> **WORK TO BE COMPLETED**
Each entry should be duplicated exactly, with no line missing.

DATA EXTRACTS below:

def test_coverage_months_use_the_required_inputs(tmp_path, mixing):
    cfg = load_config(_mixing_case(tmp_path, mld_days=DAYS[:2]))
    assert cfg.required_inputs == ("chl", "bbp", "kd490", "mld")
    rep = preflight.check(cfg)
    assert rep.ok, rep.text()
    # chl, bbp and Kd(490) cover 3 days of May, the mixed layer 2: 'all' is 2 of 31
    (row,) = rep.months
    assert (row.month, row.n_days, row.all_inputs) == (np.datetime64("2024-05"), 31, 2)
    assert row.by_input == {"chl": 3, "bbp": 3, "kd490": 3, "mld": 2}
    text = rep.text().splitlines()
    assert "Months (days covered / days in the month; 'all': chl, bbp, kd490 and mld together)" \
        in text
    assert "  month    all   chl   bbp   kd490  mld" in text
    assert "  2024-05  2/31  3/31  3/31  3/31   2/31  partial" in text
    assert "  units:       cm in the file; conversion: cm -> m (x 0.01)" in text


def test_a_model_of_the_new_inputs_runs_end_to_end(tmp_path, mixing):
    from euphotic import methods
    from euphotic.pipeline import run

    cfg = load_config(_mixing_case(tmp_path))
    res = run(cfg, progress=False)
    with xr.open_dataset(res.maps[0]) as ds:
        # by hand: 1000 x 0.002 x 2 / 0.1 x 30 / (30 + 10) = 40 x 0.75 = 30 mg C m-2 d-1 on
        # each of the 3 days (3000 cm = 30 m; the 1-degree mixed layer is constant, so its
        # interpolation onto the 0.5-degree grid is 30 m too); coverage 3 of 31 days
        np.testing.assert_allclose(ds["npp"].values, 30.0, rtol=1e-6)
        np.testing.assert_allclose(ds["coverage"].values, 3 / 31, rtol=1e-6)
        assert ds.attrs["input_files_mld"].count("mld_2024050") == 3
        assert ds.attrs["screen_mld_valid_range"].tolist() == [0.0, 4000.0]
    text = methods.methods_text(tmp_path / "out").text.replace("\n", " ")
    assert ("ocean mixed-layer depth (MLD) (3 files; 3 daily periods, 2024-05-01 to 2024-05-03; "
            "in cm)") in text
    assert "mixed-layer depth was converted from cm to m" in text
    assert "mixed-layer depth: lat interpolated linearly (1 -> 0.5 deg)" in text


def test_matchups_call_each_model_with_its_inputs_as_keywords(tmp_path, mixing):
    from euphotic.pipeline import prepare

    cfg = load_config(_mixing_case(tmp_path))
    prep = prepare(cfg)
    inputs = DailyInputs(dict(prep.inputs), prep.ocean)
    ex = extract(inputs, np.array([31.1]), np.array([-38.9]),
                 np.array(["2024-05-02"], "datetime64[D]"), ["mixing"])
    np.testing.assert_allclose(ex.values["mixing"][0, 0], 30.0, rtol=1e-6)  # as the run
    # a model whose inputs the run does not have
    without = DailyInputs({r: v for r, v in prep.inputs.items() if r != "mld"}, prep.ocean)
    with pytest.raises(MatchupConfigError) as exc:
        extract(without, np.array([31.1]), np.array([-38.9]),
                np.array(["2024-05-02"], "datetime64[D]"), ["mixing"])
    assert str(exc.value) == ("model mixing needs input mld, which the run's configuration does "
                              "not give; leave the model out")


# ---- the demo's new inputs --------------------------------------------------------------------


def test_sample_grids_stay_small_and_the_new_demo_inputs_are_coherent():
    sample = ROOT / "sample_grids"
    total = sum(p.stat().st_size for p in sample.rglob("*") if p.is_file())
    assert total < 20_000_000, total  # the issue: sample_grids/ stays under 20 MB
    # the decade demo's monthly composites (1/2 degree): bbp and Kd(490) follow chlorophyll
    # (Morel & Maritorena 2001 relations in scripts/make_sample_grids.py), the mixed layer is
    # deep in winter and shallow in summer, within 10-300 m
    dec = sample / "decade"
    chl = open_input(InputSpec(role="chl", files=str(dec / "maren_chl_monthly_2020.nc")))
    got = {r: open_input(InputSpec(role=r, files=str(dec / f"maren_{r}_monthly_2020.nc")))
           for r in ("bbp", "kd490", "mld")}
    c = chl.values.ravel()
    for r in ("bbp", "kd490"):
        v = got[r].values.ravel()
        ok = np.isfinite(c) & np.isfinite(v)
        assert np.corrcoef(np.log(c[ok]), np.log(v[ok]))[0, 1] > 0.9, r
    bbp = got["bbp"].values
    assert 0.0004 <= np.nanmin(bbp) and np.nanmax(bbp) <= 0.012
    mld = got["mld"].values
    assert 10.0 <= np.nanmin(mld) and np.nanmax(mld) <= 300.0
    month_means = np.nanmean(mld, axis=(1, 2))
    assert month_means[2] > 150.0 > 40.0 > month_means[7]  # March deep, August shallow
    # and the April demo's mixed layer, on its coarser grid, matches onto the chlorophyll grid
    day = open_input(InputSpec(role="mld", files=str(sample / "mld" / "maren_mld_20250401.nc"),
                               date_pattern=r"_(?P<start>\d{8})\.nc$"))
    april_chl = open_input(InputSpec(role="chl",
                                     files=str(sample / "chl" / "maren_chl_20250401.nc")))
    assert match_grid(day, april_chl, "mld").shape == (1, 240, 264)


def test_inspect_tries_every_catalogued_input():
    # a backscattering file has no chlorophyll, PAR, temperature or day-length variable: the
    # command tries each role of the catalogue in turn and names the one that fits
    f = ROOT / "sample_grids" / "bbp" / "maren_bbp_20250401.nc"
    res = CliRunner().invoke(main, ["inspect", str(f)])
    assert res.exit_code == 0, res.output
    assert res.stdout.splitlines()[:2] == [
        "input:     bbp (particulate backscattering coefficient at 443 nm)",
        "variable:  bbp_443 -> converted to m-1"]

End of DATA EXTRACTS.

> **TASK RESPONSE**
def test_coverage_months_use_the_required_inputs(tmp_path, mixing):
    cfg = load_config(_mixing_case(tmp_path, mld_days=DAYS[:2]))
    assert cfg.required_inputs == ("chl", "bbp", "kd490", "mld")
    rep = preflight.check(cfg)
    assert rep.ok, rep.text()
    # chl, bbp and Kd(490) cover 3 days of May, the mixed layer 2: 'all' is 2 of 31
    (row,) = rep.months
    assert (row.month, row.n_days, row.all_inputs) == (np.datetime64("2024-05"), 31, 2)
    assert row.by_input == {"chl": 3, "bbp": 3, "kd490": 3, "mld": 2}
    text = rep.text().splitlines()
    assert "Months (days covered / days in the month; 'all': chl, bbp, kd490 and mld together)" \
        in text
    assert "  month    all   chl   bbp   kd490  mld" in text
    assert "  2024-05  2/31  3/31  3/31  3/31   2/31  partial" in text
    assert "  units:       cm in the file; conversion: cm -> m (x 0.01)" in text


def test_a_model_of_the_new_inputs_runs_end_to_end(tmp_path, mixing):
    from euphotic import methods
    from euphotic.pipeline import run

    cfg = load_config(_mixing_case(tmp_path))
    res = run(cfg, progress=False)
    with xr.open_dataset(res.maps[0]) as ds:
        # by hand: 1000 x 0.002 x 2 / 0.1 x 30 / (30 + 10) = 40 x 0.75 = 30 mg C m-2 d-1 on
        # each of the 3 days (3000 cm = 30 m; the 1-degree mixed layer is constant, so its
        # interpolation onto the 0.5-degree grid is 30 m too); coverage 3 of 31 days
        np.testing.assert_allclose(ds["npp"].values, 30.0, rtol=1e-6)
        np.testing.assert_allclose(ds["coverage"].values, 3 / 31, rtol=1e-6)
        assert ds.attrs["input_files_mld"].count("mld_2024050") == 3
        assert ds.attrs["screen_mld_valid_range"].tolist() == [0.0, 4000.0]
    text = methods.methods_text(tmp_path / "out").text.replace("\n", " ")
    assert ("ocean mixed-layer depth (MLD) (3 files; 3 daily periods, 2024-05-01 to 2024-05-03; "
            "in cm)") in text
    assert "mixed-layer depth was converted from cm to m" in text
    assert "mixed-layer depth: lat interpolated linearly (1 -> 0.5 deg)" in text


def test_matchups_call_each_model_with_its_inputs_as_keywords(tmp_path, mixing):
    from euphotic.pipeline import prepare

    cfg = load_config(_mixing_case(tmp_path))
    prep = prepare(cfg)
    inputs = DailyInputs(dict(prep.inputs), prep.ocean)
    ex = extract(inputs, np.array([31.1]), np.array([-38.9]),
                 np.array(["2024-05-02"], "datetime64[D]"), ["mixing"])
    np.testing.assert_allclose(ex.values["mixing"][0, 0], 30.0, rtol=1e-6)  # as the run
    # a model whose inputs the run does not have
    without = DailyInputs({r: v for r, v in prep.inputs.items() if r != "mld"}, prep.ocean)
    with pytest.raises(MatchupConfigError) as exc:
        extract(without, np.array([31.1]), np.array([-38.9]),
                np.array(["2024-05-02"], "datetime64[D]"), ["mixing"])
    assert str(exc.value) == ("model mixing needs input mld, which the run's configuration does "
                              "not give; leave the model out")


# ---- the demo's new inputs --------------------------------------------------------------------


def test_sample_grids_stay_small_and_the_new_demo_inputs_are_coherent():
    sample = ROOT / "sample_grids"
    total = sum(p.stat().st_size for p in sample.rglob("*") if p.is_file())
    assert total < 20_000_000, total  # the issue: sample_grids/ stays under 20 MB
    # the decade demo's monthly composites (1/2 degree): bbp and Kd(490) follow chlorophyll
    # (Morel & Maritorena 2001 relations in scripts/make_sample_grids.py), the mixed layer is
    # deep in winter and shallow in summer, within 10-300 m
    dec = sample / "decade"
    chl = open_input(InputSpec(role="chl", files=str(dec / "maren_chl_monthly_2020.nc")))
    got = {r: open_input(InputSpec(role=r, files=str(dec / f"maren_{r}_monthly_2020.nc")))
           for r in ("bbp", "kd490", "mld")}
    c = chl.values.ravel()
    for r in ("bbp", "kd490"):
        v = got[r].values.ravel()
        ok = np.isfinite(c) & np.isfinite(v)
        assert np.corrcoef(np.log(c[ok]), np.log(v[ok]))[0, 1] > 0.9, r
    bbp = got["bbp"].values
    assert 0.0004 <= np.nanmin(bbp) and np.nanmax(bbp) <= 0.012
    mld = got["mld"].values
    assert 10.0 <= np.nanmin(mld) and np.nanmax(mld) <= 300.0
    month_means = np.nanmean(mld, axis=(1, 2))
    assert month_means[2] > 150.0 > 40.0 > month_means[7]  # March deep, August shallow
    # and the April demo's mixed layer, on its coarser grid, matches onto the chlorophyll grid
    day = open_input(InputSpec(role="mld", files=str(sample / "mld" / "maren_mld_20250401.nc"),
                               date_pattern=r"_(?P<start>\d{8})\.nc$"))
    april_chl = open_input(InputSpec(role="chl",
                                     files=str(sample / "chl" / "maren_chl_20250401.nc")))
    assert match_grid(day, april_chl, "mld").shape == (1, 240, 264)


def test_inspect_tries_every_catalogued_input():
    # a backscattering file has no chlorophyll, PAR, temperature or day-length variable: the
    # command tries each role of the catalogue in turn and names the one that fits
    f = ROOT / "sample_grids" / "bbp" / "maren_bbp_20250401.nc"
    res = CliRunner().invoke(main, ["inspect", str(f)])
    assert res.exit_code == 0, res.output
    assert res.stdout.splitlines()[:2] == [
        "input:     bbp (particulate backscattering coefficient at 443 nm)",
        "variable:  bbp_443 -> converted to m-1"]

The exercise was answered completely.